Supply standardization is carried out based on these nodes and relations of the playkilling knowledge graph. In the process of map construction, there are three main steps: playkilling supply mining, standard play library construction, and supply and standard play association. The implementation details and algorithms involved in the three steps are introduced below.

Third, implementation method

3.1 Play killing supply mining

As an emerging business, there is no corresponding category in the existing industry category tree, so it is impossible to obtain related supplies (including merchants, goods and content) of script killing directly according to the category. Therefore, we need to first of all play kill supply mining, that is, from the current and play kill industry similar to the purpose of supply mining play kill related supply.
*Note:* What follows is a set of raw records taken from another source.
/** The line of an existing ladder over the same place and overlapping rounds (first size's numbers), or null. */
function existingLadder(req: PlanRequest): number | null {
  const { ast } = parseSource(req.source);
  for (const l of ast.ladders) {
    const first = l.first.values[0], last = l.last.values[0];
    const samePlace = (l.segment?.name ?? null) === (req.segment ?? null) || !l.segment || !req.segment;
    if (samePlace && first <= req.last + 1 && last >= req.first) return l.span.line;
  }
  return null;
}

/** Floats over the limit in rounds [first, last], as the checker measured them. */
function overLimit(result: CompileResult, first: number, last: number, limit: number): string[] {
  const word = result.header.construction === 'flat' ? 'row' : 'round';
  const list: string[] = [];
  for (const s of result.sizes) {
    for (const r of s.stitches.rounds) {
      if (r.number < first || r.number > last) continue;
      for (const f of r.floats) if (f.stitches > limit) list.push(`${s.name} ${word} ${r.number}: ${s.stitches.yarns[f.yarn]} ${f.stitches} sts`);
    }
  }
  return list;
}

/** Front yarns, backing boundaries per yarn and the segment's front range of each round, in the first round's orientation. */
function viewRounds(s: SizeModel, req: PlanRequest, problems: string[]): RoundView[] | null {
  const level = s.stitches;
  const recs = level.rounds.filter((r) => r.number >= req.first && r.number <= req.last);
  if (recs.length !== req.last - req.first + 1) { problems.push(`Size ${s.name} does not work every round from ${req.first} to ${req.last}.`); return null; }
  const views: RoundView[] = [];
  const firstSide = recs[0].side;
  for (const rec of recs) {
    const front: number[] = [];
    const backAt: number[][] = level.yarns.map(() => []);
    const frontBefore: number[] = [];
    for (let i = rec.offset; i < rec.offset + rec.count; i++) {
      frontBefore.push(front.length);
      if (level.store.flags[i] & FLAG.BACKING) backAt[level.store.yarn[i]].push(front.length);
      else front.push(level.store.yarn[i]);
    }
    const n = front.length;
    let seg: [number, number] = [0, n];
    if (req.segment) {
      const names = ['start', ...rec.markers.map((m) => m.name)];
      const k = names.indexOf(req.segment);
      if (k < 0) { problems.push(`Round ${rec.number} of size ${s.name} has no segment ${req.segment} (it has ${names.join(', ')}).`); return null; }
      const from = k === 0 ? 0 : frontBefore[rec.markers[k - 1].at] ?? n;
      const to = k < rec.markers.length ? frontBefore[rec.markers[k].at] ?? n : n;
      seg = [from, to];
    }
    const mirror = rec.side !== firstSide;
    views.push({
      number: rec.number,
      front: Uint8Array.from(mirror ? front.reverse() : front),
      backAt: backAt.map((b) => (mirror ? b.map((x) => n - x) : b)),
      seg: mirror ? [n - seg[1], n - seg[0]] : seg,
    });
  }
  const n0 = views[0].front.length;
  if (views.some((v) => v.front.length !== n0 || v.seg[0] !== views[0].seg[0] || v.seg[1] !== views[0].seg[1])) {
    problems.push(`Size ${s.name}: the front count (or the segment) changes within rounds ${req.first}-${req.last}; plan a range without shaping.`);
    return null;
  }
  return views;
}

/** Runs of yarn y's floats in one round: [start, length] in front-stitch coordinates (start may wrap past n in the round). */
export function floatRuns(front: Uint8Array, backAt: readonly number[], y: number, cyclic: boolean): [number, number][] {
  const n = front.length;
  const cut = new Uint8Array(n + 1); // cut[k]: a catch between stitch k-1 and k (backing stitch in y)
  for (const b of backAt) cut[b] = 1;
  const runs: [number, number][] = [];
  let start = -1;
  for (let i = 0; i < n; i++) {
    if (cut[i] && start >= 0) { runs.push([start, i - start]); start = -1; }
    if (front[i] === y) { if (start >= 0) runs.push([start, i - start]); start = -1; continue; }
    if (start < 0) start = i;
  }
  if (start >= 0) runs.push([start, n - start]);
  if (!cyclic || runs.length === 0) return runs;
  const caught = front.some((v) => v === y) || backAt.length > 0;
  if (!caught) return [[0, n]];
  const head = runs[0], tail = runs[runs.length - 1];
  // The run that reaches the end of the round joins the one at its start (no catch between them).
  if (runs.length > 1 && head[0] === 0 && tail[0] + tail[1] === n && !cut[0] && !cut[n]) return [...runs.slice(1, -1), [tail[0], tail[1] + head[1]]];
  return runs;
}

/**
 * The fewest points hitting every interval [lo, hi] (inclusive, integers),
 * using only points in [allowedLo, allowedHi]: the greedy of step 3 above
 * (sort by right end, take the rightmost allowed point of the first
 * interval not yet hit). Intervals with no allowed point are counted in
 * `unhittable` and skipped. Points come out in increasing order.
 */
export function stabIntervals(intervals: readonly (readonly [number, number])[], allowedLo: number, allowedHi: number): { points: number[]; unhittable: number } {
  const points: number[] = [];
  let unhittable = 0;
  for (const [lo, hi] of [...intervals].sort((x, y) => Math.min(x[1], allowedHi) - Math.min(y[1], allowedHi))) {
    const a = Math.max(lo, allowedLo), b = Math.min(hi, allowedHi);
    if (a > b) { unhittable++; continue; }
    // Points are taken in increasing order, so the last one is the only one that can lie in [a, b] if any does.
    if (points.length && points[points.length - 1] >= a) continue;
    points.push(b);
  }
  return { points, unhittable };
}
For the merchant supply mining of playbook killing, it is necessary to judge whether the merchant provides playbook service, and the discrimination basis includes the text corpus from merchant name, commodity name and commodity details, and merchant UGC. This is essentially a multi-source data classification problem, however, because of the lack of labeled training samples, we have no direct use end-to-end model of multi-source data classification, input, instead of relying on business matching using unsupervised and supervised fitting combination of efficient implementation, specific discriminant process are shown in figure 3 below, including:

Unsupervised matching: Firstly, we construct the keyword lexus related to the script, and conduct accurate matching in the text corpus from merchant name, commodity name and commodity details, and merchant UGC, respectively. Then, we construct the general semantic drift discriminant model based on BERT[1] to filter the matching results. Finally, according to the business rules, the corresponding matching score is calculated based on the matching results from each source.
Supervised fitting: In order to quantify the influence of matching scores from different sources on the final discriminant results, operators manually mark a small number of merchant scores to represent the strength of the merchant’s script killing service. On this basis, we construct a linear regression model to fit the labeled merchant scores and obtain the weight of each source, so as to realize the accurate mining of the script killing merchant.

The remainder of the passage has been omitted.